Work item —
After finding the line with "filename src/report/build/any-build.ts" in the entries below, retype exactly each line from there through the line with "against it. */", including that final line.

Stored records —
=== Section Start ===

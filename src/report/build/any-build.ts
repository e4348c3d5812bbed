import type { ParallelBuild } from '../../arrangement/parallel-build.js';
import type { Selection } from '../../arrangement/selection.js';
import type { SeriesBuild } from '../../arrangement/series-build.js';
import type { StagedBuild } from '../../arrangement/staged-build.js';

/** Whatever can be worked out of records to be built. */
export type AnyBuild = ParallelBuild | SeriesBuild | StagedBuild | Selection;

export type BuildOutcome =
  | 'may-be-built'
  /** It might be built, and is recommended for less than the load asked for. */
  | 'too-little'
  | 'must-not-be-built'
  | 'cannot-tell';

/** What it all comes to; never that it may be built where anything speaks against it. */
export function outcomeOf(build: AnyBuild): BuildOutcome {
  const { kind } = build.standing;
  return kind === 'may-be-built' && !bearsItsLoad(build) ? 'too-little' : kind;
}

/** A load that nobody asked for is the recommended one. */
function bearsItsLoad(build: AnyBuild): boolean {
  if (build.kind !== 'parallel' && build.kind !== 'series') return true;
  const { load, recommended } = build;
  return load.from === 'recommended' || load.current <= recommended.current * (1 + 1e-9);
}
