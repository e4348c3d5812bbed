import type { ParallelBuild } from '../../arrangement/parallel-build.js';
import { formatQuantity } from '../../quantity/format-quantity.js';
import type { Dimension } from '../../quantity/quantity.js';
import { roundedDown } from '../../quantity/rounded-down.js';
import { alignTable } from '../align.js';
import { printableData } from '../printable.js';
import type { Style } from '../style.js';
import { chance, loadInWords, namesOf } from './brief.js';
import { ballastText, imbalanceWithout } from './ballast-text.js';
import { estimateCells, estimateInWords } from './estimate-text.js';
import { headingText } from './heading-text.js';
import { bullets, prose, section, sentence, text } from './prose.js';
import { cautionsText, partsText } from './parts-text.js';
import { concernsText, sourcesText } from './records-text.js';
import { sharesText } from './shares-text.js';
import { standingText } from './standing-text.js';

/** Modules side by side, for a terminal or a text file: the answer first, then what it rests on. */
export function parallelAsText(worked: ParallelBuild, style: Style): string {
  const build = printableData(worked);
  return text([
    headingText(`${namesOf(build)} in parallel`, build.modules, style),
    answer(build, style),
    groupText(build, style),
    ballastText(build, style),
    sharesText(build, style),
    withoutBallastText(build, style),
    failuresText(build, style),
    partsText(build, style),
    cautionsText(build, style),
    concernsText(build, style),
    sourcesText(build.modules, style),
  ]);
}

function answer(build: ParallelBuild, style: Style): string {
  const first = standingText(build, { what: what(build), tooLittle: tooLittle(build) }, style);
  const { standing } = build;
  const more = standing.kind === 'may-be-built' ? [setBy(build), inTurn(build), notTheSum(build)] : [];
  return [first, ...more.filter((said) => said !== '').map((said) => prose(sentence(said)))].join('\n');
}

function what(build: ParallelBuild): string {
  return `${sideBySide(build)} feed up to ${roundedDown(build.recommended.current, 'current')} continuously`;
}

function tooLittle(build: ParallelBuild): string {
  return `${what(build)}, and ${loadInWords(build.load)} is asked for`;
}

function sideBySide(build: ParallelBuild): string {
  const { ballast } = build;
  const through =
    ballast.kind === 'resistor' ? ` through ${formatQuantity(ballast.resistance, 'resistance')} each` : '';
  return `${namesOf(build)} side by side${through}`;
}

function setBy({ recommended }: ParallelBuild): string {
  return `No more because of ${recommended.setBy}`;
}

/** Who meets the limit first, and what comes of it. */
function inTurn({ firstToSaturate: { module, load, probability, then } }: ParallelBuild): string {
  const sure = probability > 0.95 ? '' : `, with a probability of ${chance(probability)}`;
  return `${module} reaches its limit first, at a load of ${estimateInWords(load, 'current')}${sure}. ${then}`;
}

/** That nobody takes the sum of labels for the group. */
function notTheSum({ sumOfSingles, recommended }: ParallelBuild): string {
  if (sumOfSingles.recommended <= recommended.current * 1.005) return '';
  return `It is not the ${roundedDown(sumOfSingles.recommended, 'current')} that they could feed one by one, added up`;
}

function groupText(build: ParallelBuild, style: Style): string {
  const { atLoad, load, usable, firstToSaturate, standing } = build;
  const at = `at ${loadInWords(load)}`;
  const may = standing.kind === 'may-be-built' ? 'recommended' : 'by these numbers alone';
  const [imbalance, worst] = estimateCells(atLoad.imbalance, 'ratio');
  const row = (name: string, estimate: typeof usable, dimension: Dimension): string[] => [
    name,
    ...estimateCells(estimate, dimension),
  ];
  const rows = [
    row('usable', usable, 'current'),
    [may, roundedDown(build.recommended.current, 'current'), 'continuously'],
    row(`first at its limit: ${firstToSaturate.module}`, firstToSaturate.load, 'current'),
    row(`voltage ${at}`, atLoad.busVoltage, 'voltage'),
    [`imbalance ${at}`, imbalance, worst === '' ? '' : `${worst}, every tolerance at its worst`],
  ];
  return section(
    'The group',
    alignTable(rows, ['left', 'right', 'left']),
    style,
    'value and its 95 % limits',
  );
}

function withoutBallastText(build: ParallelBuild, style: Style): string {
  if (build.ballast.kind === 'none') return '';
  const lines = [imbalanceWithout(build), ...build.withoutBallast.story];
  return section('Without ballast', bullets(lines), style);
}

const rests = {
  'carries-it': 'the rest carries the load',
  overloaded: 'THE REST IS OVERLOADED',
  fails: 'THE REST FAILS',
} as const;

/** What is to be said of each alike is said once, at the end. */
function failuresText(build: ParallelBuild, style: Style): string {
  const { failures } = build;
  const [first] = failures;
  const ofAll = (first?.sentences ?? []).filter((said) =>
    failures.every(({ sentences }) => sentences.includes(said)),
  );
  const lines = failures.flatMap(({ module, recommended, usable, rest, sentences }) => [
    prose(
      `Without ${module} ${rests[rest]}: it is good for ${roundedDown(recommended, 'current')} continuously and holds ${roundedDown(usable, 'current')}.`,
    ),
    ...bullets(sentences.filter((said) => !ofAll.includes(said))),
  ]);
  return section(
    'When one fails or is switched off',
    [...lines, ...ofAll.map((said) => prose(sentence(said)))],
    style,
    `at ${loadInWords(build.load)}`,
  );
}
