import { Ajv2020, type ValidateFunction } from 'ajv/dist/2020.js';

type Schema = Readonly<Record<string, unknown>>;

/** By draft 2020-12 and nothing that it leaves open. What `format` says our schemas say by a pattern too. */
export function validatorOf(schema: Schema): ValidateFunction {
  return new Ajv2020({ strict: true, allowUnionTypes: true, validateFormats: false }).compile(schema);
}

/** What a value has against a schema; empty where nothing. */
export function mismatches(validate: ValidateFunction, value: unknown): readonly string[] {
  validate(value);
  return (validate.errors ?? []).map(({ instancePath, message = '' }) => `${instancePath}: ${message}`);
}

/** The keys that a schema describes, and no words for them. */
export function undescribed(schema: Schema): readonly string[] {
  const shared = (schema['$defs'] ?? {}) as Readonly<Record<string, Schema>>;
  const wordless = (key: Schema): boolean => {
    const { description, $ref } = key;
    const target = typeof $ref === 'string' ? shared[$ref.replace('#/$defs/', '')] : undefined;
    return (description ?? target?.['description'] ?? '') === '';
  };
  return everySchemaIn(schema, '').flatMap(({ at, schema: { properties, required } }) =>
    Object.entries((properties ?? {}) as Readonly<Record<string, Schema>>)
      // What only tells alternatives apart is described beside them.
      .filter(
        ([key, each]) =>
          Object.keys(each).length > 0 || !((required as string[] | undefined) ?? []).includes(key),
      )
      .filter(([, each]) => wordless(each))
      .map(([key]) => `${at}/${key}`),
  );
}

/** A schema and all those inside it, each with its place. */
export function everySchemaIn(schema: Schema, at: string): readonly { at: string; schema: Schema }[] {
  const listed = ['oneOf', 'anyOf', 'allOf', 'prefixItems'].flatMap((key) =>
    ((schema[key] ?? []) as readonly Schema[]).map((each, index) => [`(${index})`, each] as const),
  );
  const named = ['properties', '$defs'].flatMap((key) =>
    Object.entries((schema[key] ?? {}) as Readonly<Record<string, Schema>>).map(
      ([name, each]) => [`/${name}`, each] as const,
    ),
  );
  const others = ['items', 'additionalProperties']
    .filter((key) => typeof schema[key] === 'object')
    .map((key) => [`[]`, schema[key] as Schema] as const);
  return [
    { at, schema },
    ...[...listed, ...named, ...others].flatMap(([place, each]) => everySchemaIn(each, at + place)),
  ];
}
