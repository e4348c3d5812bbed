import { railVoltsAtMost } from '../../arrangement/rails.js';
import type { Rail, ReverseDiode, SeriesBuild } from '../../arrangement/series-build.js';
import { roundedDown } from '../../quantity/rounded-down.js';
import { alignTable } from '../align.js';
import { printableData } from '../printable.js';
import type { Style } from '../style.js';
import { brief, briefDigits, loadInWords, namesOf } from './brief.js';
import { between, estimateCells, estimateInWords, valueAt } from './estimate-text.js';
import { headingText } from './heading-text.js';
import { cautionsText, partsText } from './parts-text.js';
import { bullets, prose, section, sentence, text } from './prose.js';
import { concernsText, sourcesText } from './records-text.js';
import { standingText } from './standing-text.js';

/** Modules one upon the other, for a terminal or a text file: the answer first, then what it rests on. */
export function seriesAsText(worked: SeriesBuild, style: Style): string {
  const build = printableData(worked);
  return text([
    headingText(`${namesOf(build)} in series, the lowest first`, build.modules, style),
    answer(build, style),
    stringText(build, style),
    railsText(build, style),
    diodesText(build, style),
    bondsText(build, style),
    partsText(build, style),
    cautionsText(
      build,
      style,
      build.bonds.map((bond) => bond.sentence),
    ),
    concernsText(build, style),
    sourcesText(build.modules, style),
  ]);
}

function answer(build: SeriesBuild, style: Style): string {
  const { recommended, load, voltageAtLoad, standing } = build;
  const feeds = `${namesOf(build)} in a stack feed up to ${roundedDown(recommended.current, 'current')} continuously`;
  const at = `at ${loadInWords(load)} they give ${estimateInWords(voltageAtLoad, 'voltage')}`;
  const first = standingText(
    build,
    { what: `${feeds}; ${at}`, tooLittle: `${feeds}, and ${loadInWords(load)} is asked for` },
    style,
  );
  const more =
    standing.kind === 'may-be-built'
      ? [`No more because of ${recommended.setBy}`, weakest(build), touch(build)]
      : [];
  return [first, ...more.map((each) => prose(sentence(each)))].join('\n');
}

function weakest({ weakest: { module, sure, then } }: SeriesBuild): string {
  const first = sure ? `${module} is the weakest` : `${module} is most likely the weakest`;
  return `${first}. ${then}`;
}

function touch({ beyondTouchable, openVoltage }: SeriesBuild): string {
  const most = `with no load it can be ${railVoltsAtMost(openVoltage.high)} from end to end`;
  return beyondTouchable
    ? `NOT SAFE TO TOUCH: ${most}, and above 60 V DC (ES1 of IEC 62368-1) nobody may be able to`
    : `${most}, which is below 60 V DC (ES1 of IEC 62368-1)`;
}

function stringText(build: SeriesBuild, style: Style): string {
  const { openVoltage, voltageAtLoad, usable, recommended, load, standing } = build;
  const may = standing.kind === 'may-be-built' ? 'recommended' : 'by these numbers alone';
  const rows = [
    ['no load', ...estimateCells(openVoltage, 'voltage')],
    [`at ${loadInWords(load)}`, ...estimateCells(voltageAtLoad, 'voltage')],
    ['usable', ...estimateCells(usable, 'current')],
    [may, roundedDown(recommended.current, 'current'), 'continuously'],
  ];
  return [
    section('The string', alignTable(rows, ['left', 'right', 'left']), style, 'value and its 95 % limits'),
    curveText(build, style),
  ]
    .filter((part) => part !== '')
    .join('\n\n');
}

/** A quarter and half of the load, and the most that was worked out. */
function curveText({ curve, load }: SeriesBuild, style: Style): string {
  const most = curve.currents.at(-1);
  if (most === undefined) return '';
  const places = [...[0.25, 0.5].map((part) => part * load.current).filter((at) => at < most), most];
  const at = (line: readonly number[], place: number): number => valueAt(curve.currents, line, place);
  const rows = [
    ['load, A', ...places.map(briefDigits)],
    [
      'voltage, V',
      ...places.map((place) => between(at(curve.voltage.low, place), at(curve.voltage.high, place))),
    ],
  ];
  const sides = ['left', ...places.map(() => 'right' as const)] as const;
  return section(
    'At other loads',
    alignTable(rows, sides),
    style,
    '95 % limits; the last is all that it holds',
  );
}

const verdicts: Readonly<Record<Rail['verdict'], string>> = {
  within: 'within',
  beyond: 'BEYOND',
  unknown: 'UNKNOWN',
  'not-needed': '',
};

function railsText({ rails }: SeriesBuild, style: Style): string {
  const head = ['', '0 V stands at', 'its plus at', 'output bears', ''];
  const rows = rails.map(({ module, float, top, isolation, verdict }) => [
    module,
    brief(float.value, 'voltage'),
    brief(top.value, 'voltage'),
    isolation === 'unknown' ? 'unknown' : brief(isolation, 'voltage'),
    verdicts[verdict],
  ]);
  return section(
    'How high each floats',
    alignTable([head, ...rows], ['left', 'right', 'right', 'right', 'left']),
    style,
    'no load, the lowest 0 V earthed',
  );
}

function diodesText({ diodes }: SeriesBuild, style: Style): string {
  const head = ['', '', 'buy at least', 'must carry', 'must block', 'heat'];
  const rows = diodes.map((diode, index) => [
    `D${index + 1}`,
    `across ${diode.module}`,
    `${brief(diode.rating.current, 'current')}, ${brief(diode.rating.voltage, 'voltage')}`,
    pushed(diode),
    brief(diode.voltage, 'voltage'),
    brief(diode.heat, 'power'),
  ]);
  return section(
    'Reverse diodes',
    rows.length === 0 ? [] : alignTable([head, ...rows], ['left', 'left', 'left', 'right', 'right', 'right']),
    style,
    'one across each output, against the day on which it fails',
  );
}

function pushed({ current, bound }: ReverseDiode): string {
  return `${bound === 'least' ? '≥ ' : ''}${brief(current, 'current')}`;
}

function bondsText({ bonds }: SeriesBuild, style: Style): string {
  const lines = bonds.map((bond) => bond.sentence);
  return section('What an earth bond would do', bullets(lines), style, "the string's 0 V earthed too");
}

=== Section End ===
=== Section Start ===

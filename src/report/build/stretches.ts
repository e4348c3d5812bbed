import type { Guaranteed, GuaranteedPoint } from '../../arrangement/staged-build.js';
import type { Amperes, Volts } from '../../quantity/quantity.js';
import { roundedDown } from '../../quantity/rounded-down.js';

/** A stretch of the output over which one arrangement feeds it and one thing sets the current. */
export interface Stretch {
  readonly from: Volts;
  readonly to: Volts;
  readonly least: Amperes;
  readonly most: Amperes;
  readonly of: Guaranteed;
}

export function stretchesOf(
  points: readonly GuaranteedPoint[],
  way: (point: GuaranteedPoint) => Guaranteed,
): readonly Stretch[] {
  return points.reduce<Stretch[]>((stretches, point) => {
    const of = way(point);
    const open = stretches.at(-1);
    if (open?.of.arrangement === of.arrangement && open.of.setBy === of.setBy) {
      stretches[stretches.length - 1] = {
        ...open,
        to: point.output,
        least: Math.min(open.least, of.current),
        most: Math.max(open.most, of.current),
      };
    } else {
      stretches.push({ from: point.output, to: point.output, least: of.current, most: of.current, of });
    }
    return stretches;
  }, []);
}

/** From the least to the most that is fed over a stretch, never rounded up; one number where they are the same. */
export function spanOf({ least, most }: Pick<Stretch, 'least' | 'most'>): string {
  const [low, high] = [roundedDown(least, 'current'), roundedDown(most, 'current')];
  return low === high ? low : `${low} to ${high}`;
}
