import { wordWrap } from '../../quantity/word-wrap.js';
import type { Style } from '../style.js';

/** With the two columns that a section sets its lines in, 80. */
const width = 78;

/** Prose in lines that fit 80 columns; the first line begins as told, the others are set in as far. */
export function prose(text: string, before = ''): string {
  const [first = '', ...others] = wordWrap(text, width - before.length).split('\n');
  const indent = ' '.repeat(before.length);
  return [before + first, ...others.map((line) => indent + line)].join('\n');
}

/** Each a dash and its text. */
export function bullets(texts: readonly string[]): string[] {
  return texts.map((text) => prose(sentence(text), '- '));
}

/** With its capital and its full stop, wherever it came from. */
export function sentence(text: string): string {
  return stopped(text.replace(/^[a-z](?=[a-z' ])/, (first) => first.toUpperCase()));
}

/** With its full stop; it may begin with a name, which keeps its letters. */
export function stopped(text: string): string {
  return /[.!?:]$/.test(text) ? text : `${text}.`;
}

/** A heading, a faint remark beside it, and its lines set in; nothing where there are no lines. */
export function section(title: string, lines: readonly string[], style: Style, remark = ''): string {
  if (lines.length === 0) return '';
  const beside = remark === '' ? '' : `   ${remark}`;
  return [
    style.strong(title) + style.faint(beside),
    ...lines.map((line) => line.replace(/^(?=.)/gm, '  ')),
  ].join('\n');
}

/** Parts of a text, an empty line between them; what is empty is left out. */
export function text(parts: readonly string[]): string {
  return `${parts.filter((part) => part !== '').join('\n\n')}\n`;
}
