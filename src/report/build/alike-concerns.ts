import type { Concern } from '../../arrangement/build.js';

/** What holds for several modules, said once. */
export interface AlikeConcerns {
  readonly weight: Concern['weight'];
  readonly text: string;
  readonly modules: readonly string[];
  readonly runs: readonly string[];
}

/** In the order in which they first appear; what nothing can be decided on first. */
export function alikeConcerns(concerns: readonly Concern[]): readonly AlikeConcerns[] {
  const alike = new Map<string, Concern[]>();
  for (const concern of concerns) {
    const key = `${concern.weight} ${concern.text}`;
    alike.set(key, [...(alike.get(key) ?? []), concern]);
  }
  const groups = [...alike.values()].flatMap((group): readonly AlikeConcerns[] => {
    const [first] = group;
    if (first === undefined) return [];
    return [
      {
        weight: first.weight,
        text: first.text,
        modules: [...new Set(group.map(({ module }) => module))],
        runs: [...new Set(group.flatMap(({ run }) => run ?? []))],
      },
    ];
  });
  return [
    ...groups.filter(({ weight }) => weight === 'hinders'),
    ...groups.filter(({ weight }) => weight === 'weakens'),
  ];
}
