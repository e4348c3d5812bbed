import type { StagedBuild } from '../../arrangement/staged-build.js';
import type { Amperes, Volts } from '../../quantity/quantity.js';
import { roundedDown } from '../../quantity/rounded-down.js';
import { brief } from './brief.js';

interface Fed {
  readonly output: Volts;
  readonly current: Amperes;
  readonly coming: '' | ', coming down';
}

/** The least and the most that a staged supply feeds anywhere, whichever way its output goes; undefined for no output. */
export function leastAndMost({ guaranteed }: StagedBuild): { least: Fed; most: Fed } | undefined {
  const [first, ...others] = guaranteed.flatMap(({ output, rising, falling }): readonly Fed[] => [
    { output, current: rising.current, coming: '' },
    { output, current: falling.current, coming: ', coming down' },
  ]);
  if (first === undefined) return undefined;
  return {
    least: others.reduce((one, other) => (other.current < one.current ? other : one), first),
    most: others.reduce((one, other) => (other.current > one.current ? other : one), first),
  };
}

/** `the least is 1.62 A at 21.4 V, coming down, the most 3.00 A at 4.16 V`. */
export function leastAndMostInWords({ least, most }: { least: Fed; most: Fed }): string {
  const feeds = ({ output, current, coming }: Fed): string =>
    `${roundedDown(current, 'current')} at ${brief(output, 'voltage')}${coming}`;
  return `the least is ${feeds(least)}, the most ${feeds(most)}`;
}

=== Section End ===
=== Section Start ===

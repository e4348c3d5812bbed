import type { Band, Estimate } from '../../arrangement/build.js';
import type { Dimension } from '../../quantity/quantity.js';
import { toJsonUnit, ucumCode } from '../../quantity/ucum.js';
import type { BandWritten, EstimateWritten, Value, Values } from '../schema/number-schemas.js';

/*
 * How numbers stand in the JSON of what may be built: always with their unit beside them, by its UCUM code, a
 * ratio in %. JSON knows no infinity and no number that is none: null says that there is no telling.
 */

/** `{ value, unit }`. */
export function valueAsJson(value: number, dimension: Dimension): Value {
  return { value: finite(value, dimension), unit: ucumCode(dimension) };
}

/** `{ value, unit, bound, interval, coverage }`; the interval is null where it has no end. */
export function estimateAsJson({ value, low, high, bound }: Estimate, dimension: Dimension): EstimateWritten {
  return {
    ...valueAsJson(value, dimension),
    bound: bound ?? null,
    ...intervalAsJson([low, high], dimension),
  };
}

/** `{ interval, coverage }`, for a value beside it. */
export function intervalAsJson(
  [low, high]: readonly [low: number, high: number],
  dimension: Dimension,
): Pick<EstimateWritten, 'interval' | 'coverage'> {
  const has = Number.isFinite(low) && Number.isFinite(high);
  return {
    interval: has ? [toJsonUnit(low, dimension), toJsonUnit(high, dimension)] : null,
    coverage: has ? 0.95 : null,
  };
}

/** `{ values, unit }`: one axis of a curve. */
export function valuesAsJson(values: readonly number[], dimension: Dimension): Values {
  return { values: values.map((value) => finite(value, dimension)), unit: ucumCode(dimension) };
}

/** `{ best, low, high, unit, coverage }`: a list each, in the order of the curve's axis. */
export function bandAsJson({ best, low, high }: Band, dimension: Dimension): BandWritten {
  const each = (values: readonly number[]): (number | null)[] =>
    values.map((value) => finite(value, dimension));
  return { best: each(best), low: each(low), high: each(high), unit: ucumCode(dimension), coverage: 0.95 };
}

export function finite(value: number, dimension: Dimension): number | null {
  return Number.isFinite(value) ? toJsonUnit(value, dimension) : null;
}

=== Section End ===

The answer —
filename src/report/build/any-build.ts
repository e4348c3d5812bbed
import type { ParallelBuild } from '../../arrangement/parallel-build.js';
import type { Selection } from '../../arrangement/selection.js';
import type { SeriesBuild } from '../../arrangement/series-build.js';
import type { StagedBuild } from '../../arrangement/staged-build.js';

/** Whatever can be worked out of records to be built. */
export type AnyBuild = ParallelBuild | SeriesBuild | StagedBuild | Selection;

export type BuildOutcome =
  | 'may-be-built'
  /** It might be built, and is recommended for less than the load asked for. */
  | 'too-little'
  | 'must-not-be-built'
  | 'cannot-tell';

/** What it all comes to; never that it may be built where anything speaks against it. */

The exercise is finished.